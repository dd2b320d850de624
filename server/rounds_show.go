package server

import (
	"net/http"
	"slices"
	"strings"

	"github.com/labstack/echo/v4"

	"tripwell/forms"
	"tripwell/store"
)

// roundsShown is how many rounds that are done with the list shows.
const roundsShown = 100

// roundsPage lists rounds: those that wait for somebody first.
type roundsPage struct {
	Frame
	Heading, Under string
	Groups         []roundGroup
	NewHref        string
	None           string
}

type roundGroup struct {
	Name string
	Rows []roundRow
}

// roundRow is a round in the list.
type roundRow struct {
	Href, Name, Site, Who, Said, Time string
	State                             mark
	Done, Of                          int
}

func (s *Server) roundsShow(c echo.Context) error {
	k := s.ink()
	view := roundsPage{Frame: s.frame(c, k.say("office.round.title"), "rounds")}
	if view.Change {
		view.NewHref = "/rounds/new"
	}
	err := s.store.View(scope(c), func(v *store.View) error {
		rounds, err := v.Rounds("")
		if err != nil {
			return err
		}
		return s.buildRounds(v, rounds, &view)
	})
	if err != nil {
		return err
	}
	return s.page(c, http.StatusOK, "rounds.html", view)
}

func (s *Server) buildRounds(v *store.View, rounds []store.Round, view *roundsPage) error {
	k := s.ink()
	groups := map[string]*roundGroup{}
	names := []string{store.RoundEnded, store.RoundWalking, store.RoundAccepted}
	for _, name := range names {
		groups[name] = &roundGroup{Name: k.say("office.round.group." + name)}
	}
	open, ended := 0, 0
	for _, r := range rounds {
		name := r.State
		switch r.State {
		case store.RoundMade, store.RoundWalking:
			open, name = open+1, store.RoundWalking
		case store.RoundEnded:
			ended++
		case store.RoundOff:
			name = store.RoundAccepted
		}
		g := groups[name]
		if len(g.Rows) >= roundsShown {
			continue
		}
		row, err := s.roundRow(v, r)
		if err != nil {
			return err
		}
		g.Rows = append(g.Rows, row)
	}
	for _, name := range names {
		if len(groups[name].Rows) > 0 {
			view.Groups = append(view.Groups, *groups[name])
		}
	}
	view.None = k.say("office.round.none")
	view.Heading = k.say("office.round.heading_calm")
	switch {
	case ended > 0:
		view.Heading = k.say("office.round.heading_ended", "n", ended)
	case open > 0:
		view.Heading = k.say("office.round.heading_open", "n", open)
	}
	if ended > 0 && open > 0 {
		view.Under = k.say("office.round.heading_open", "n", open)
	}
	return nil
}

// roundName is what a round is called: its tests and its day.
func (s *Server) roundName(r store.Round, today forms.Day) string {
	k := s.ink()
	if r.Walk() {
		return k.say("office.round.walk_name", "day", k.near(r.Day, today))
	}
	tasks := []string{}
	for _, task := range forms.Tasks() {
		if slices.ContainsFunc(r.Stops, func(stop store.RoundStop) bool { return stop.Task == task }) {
			tasks = append(tasks, k.named("task", task))
		}
	}
	for i := range tasks[min(1, len(tasks)):] {
		tasks[i+1] = lowerFirst(tasks[i+1])
	}
	name := strings.Join(tasks, ", ")
	if r.Day == forms.NoDay {
		return k.say("office.round.name_any", "tasks", name)
	}
	return k.say("office.round.name", "tasks", name, "day", k.near(r.Day, today))
}

// roundWho says to whom a round was given.
func (s *Server) roundWho(v *store.View, r store.Round) string {
	var names []string
	for _, p := range r.People {
		names = append(names, s.personName(v, p))
	}
	if r.Crew != "" {
		names = append(names, r.Crew)
	}
	if r.Walk() && len(r.Closings) > 0 {
		names = []string{s.personName(v, r.Closings[0].By)}
	}
	if len(names) == 0 {
		return s.words.Say("office.round.anybody")
	}
	return strings.Join(names, ", ")
}

var roundShapes = map[string]string{store.RoundMade: "none", store.RoundWalking: "none", store.RoundEnded: "watch", store.RoundAccepted: "pass", store.RoundOff: "none"}

// roundCounts says how many tests are in which state: 30 done, 2 to come back to.
func (k ink) roundCounts(counts map[string]int) string {
	var said []string
	for _, state := range []string{store.StopDone, store.StopLeft, store.StopBack, store.StopPassed} {
		if n := counts[state]; n > 0 || state == store.StopDone {
			said = append(said, k.say("office.round.count."+state, "n", n))
		}
	}
	return strings.Join(said, ", ")
}

func total(counts map[string]int) (n int) {
	for _, c := range counts {
		n += c
	}
	return n
}

func (s *Server) roundRow(v *store.View, r store.Round) (roundRow, error) {
	k := s.ink()
	site, err := v.Site(r.Site)
	if err != nil {
		return roundRow{}, err
	}
	return roundRow{Href: "/rounds/" + r.ID, Name: s.roundName(r, s.today(site)), Site: site.Name, Who: s.roundWho(v, r), Said: k.roundCounts(r.Counts), Time: k.minutes(r.Minutes),
		State: mark{roundShapes[r.State], k.say("office.round.state." + r.State)}, Done: r.Counts[store.StopDone], Of: total(r.Counts)}, nil
}

// minutes writes how long something is reckoned to take: 50 min, 1 h 20 min; "" for nothing.
func (k ink) minutes(n int) string {
	switch {
	case n <= 0:
		return ""
	case n < 60:
		return k.say("office.round.min", "n", n)
	}
	if n >= 120 {
		n = (n + 2) / 5 * 5
	}
	if n%60 == 0 {
		return k.say("office.round.hours", "h", n/60)
	}
	return k.say("office.round.hours_min", "h", n/60, "m", n%60)
}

• • •

#### Task statement
The exercise is to copy out every line above that has the word "slices" in it.

#### Task result
	"slices"
		if slices.ContainsFunc(r.Stops, func(stop store.RoundStop) bool { return stop.Task == task }) {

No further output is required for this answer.